Exercise description:
Find the word "layout" in the records below. List each line containing it.

───── Source material ─────

/**
 * Far Lorentzian wings for spectrumSynthesize: the binned line "sticks" convolved by FFT with the
 * truncated asymptotic Voigt tail, and lines far outside the grid summed through a Chebyshev
 * interpolant. See spectrumSynthesize for the overall method and error budget.
 */
import { spectrumFftReal, spectrumFftRealInverse, spectrumFftTwiddles } from './spectrumFft';

/**
 * Two-term asymptotic Voigt profile far from the centre, area-normalised:
 * A(d) = (γ/π)/r² + σ²γ(3d² − γ²)/(π r⁶), r² = d² + γ², σ² = α²/(2 ln 2) the Gaussian variance.
 * The first neglected term is smaller by ~15σ⁴/d⁴ (γ ≪ |d|).
 * Source: real part of (i/√π)(1/z + 1/(2z³)) with z = (d + iγ)/(σ√2), V = Re w(z)/(σ√(2π));
 * Abramowitz & Stegun (1964) eq. 7.1.23.
 * @param dCm1 offset from the line centre, cm^-1
 * @param gammaCm1 Lorentz HWHM γ, cm^-1
 * @param sigma2Cm2 Gaussian variance σ², cm^-2
 * @returns profile value, cm
 */
export function spectrumTailKernel(dCm1: number, gammaCm1: number, sigma2Cm2: number): number {
  const d2 = dCm1 * dCm1;
  const g2 = gammaCm1 * gammaCm1;
  const inv = 1 / (d2 + g2);
  return (gammaCm1 / Math.PI) * inv * (1 + sigma2Cm2 * (3 * d2 - g2) * inv * inv);
}

/**
 * Cubic Lagrange weights for spreading a unit stick at fractional position f ∈ [0, 1) between
 * nodes 0 and 1 onto nodes −1, 0, 1, 2 (they reproduce cubics exactly).
 * Source: Abramowitz & Stegun (1964) eq. 25.2.13 (four-point Lagrange interpolation; number from memory).
 * @param f fractional position
 * @param w output, length ≥ 4: weights of nodes −1, 0, 1, 2
 */
export function spectrumTailStickWeights(f: number, w: Float64Array): void {
  w[0] = (-f * (f - 1) * (f - 2)) / 6;
  w[1] = ((f + 1) * (f - 1) * (f - 2)) / 2;
  w[2] = (-(f + 1) * f * (f - 2)) / 2;
  w[3] = ((f + 1) * f * (f - 1)) / 6;
}

/** FFT layout of the tail convolution. */
export interface SpectrumTailPlan {
  /** Real FFT length (power of two). */
  fftLength: number;
  /** Margin in grid steps: sticks are binned at indices −margin … npoints + margin − 1. */
  margin: number;
}

/**
 * Choose the FFT length for a grid of npoints and a kernel cut of cut steps: the smallest power
 * of two P ≥ 2(npoints + margin) − 1 with margin ≥ minMargin, then the margin widened to fill P.
 * P ≥ 2(n + M) − 1 keeps every needed offset k − m ∈ (−(n+M), n+M) unaliased.
 * @param npoints grid points
 * @param minMargin smallest acceptable margin, grid steps
 * @returns plan
 */
export function spectrumTailPlan(npoints: number, minMargin: number): SpectrumTailPlan {
  let p = 2;
  while (p < 2 * (npoints + minMargin) - 1) p *= 2;
  return { fftLength: p, margin: (p >> 1) - npoints };
}

/**
 * Add conv(sticks, T) to out, where sticks[q] is the intensity binned at grid index q − margin and
 * T is the tail kernel sampled at integer offsets o with |o| > cut (0 for |o| ≤ cut).
 * Source: circular convolution theorem with zero padding; FFT as in spectrumFft.ts.
 * @param sticks binned intensities, length plan.fftLength (destroyed)
 * @param plan FFT layout
 * @param out spectrum to add to, length npoints
 * @param stepCm1 grid step, cm^-1
 * @param cut kernel cut in grid steps
 * @param gammaCm1 Lorentz HWHM, cm^-1
 * @param sigma2Cm2 Gaussian variance used in the kernel, cm^-2
 */
export function spectrumTailConvolve(
  sticks: Float64Array,
  plan: SpectrumTailPlan,
  out: Float64Array,
  stepCm1: number,
  cut: number,
  gammaCm1: number,
  sigma2Cm2: number,
): void {
  const P = plan.fftLength;
  const half = P >> 1;
  const kernel = new Float64Array(P);
  for (let o = cut + 1; o <= half; o++) {
    const v = spectrumTailKernel(o * stepCm1, gammaCm1, sigma2Cm2);
    kernel[o] = v;
    kernel[P - o] = v;
  }
  const tw = spectrumFftTwiddles(P);
  spectrumFftReal(kernel, tw);
  spectrumFftReal(sticks, tw);
  // The kernel is real and even, so its spectrum is real: scale both parts of each stick bin.
  sticks[0] *= kernel[0];
  sticks[1] *= kernel[1];
  for (let k = 2; k < P; k += 2) {
    const s = kernel[k];
    sticks[k] *= s;
    sticks[k + 1] *= s;
  }
  spectrumFftRealInverse(sticks, tw);
  const n = out.length;
  const m = plan.margin;
  for (let k = 0; k < n; k++) out[k] += sticks[k + m];
}

/** Chebyshev degree for the far-line interpolant (see spectrumTailFarLines). */
const CHEBYSHEV_NODES = 64;

/**
 * Add Σ_i I_i A_i(x_k − ν_i) for lines far from the grid, A_i the two-term asymptotic profile
 * with the line's own σ_i². For more than 2 × 64 points the sum is evaluated at 64 Chebyshev
 * nodes (first kind) on [x_0, x_{n−1}] and interpolated. spectrumSynthesize calls it only for
 * centres at least 1/8 of the grid span beyond its ends, so the nearest singularities (ν ± iγ)
 * lie outside the Bernstein ellipse ρ = 2 and the error bound 4Mρ'^(−64)/(ρ' − 1) with ρ' = 1.8
 * is ~1e-14 of the far-line sum (M ≈ 12× the sum at the nearer end of the grid).
 * Source: L. N. Trefethen, Approximation Theory and Approximation Practice (SIAM 2013), Thm 8.2
 * (from memory); coefficients and Clenshaw sum as in Press et al., Numerical Recipes 3rd ed.
 * (2007) §5.8 (section from memory).
 * @param out spectrum to add to
 * @param fromCm1 grid origin, cm^-1
 * @param stepCm1 grid step, cm^-1
 * @param nu far line centres, cm^-1
 * @param intensity their intensities
 * @param sigma2 their Gaussian variances, cm^-2
 * @param count number of far lines
 * @param gammaCm1 Lorentz HWHM, cm^-1
 */
export function spectrumTailFarLines(
  out: Float64Array,
  fromCm1: number,
  stepCm1: number,
  nu: Float64Array,
  intensity: Float64Array,
  sigma2: Float64Array,
  count: number,
  gammaCm1: number,
): void {
  const n = out.length;
  const sumAt = (x: number): number => {
    let s = 0;
    for (let i = 0; i < count; i++) s += intensity[i] * spectrumTailKernel(x - nu[i], gammaCm1, sigma2[i]);
    return s;
  };
  if (n <= 2 * CHEBYSHEV_NODES) {
    for (let k = 0; k < n; k++) out[k] += sumAt(fromCm1 + k * stepCm1);
    return;
  }
  const nc = CHEBYSHEV_NODES;
  const halfSpan = ((n - 1) * stepCm1) / 2;
  const mid = fromCm1 + halfSpan;
  const values = new Float64Array(nc);
  for (let j = 0; j < nc; j++) values[j] = sumAt(mid + halfSpan * Math.cos((Math.PI * (j + 0.5)) / nc));
  const c = new Float64Array(nc);
  for (let k = 0; k < nc; k++) {
    let s = 0;
    for (let j = 0; j < nc; j++) s += values[j] * Math.cos((Math.PI * k * (j + 0.5)) / nc);
    c[k] = (2 / nc) * s;
  }
  for (let k = 0; k < n; k++) {
    const t = (k * stepCm1 - halfSpan) / halfSpan;
    const t2 = 2 * t;
    let b1 = 0;
    let b2 = 0;
    for (let i = nc - 1; i >= 1; i--) {
      const b0 = c[i] + t2 * b1 - b2;
      b2 = b1;
      b1 = b0;
    }
    out[k] += 0.5 * c[0] + t * b1 - b2;
  }
}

─────

Completed task:
/** FFT layout of the tail convolution. */
 * @param plan FFT layout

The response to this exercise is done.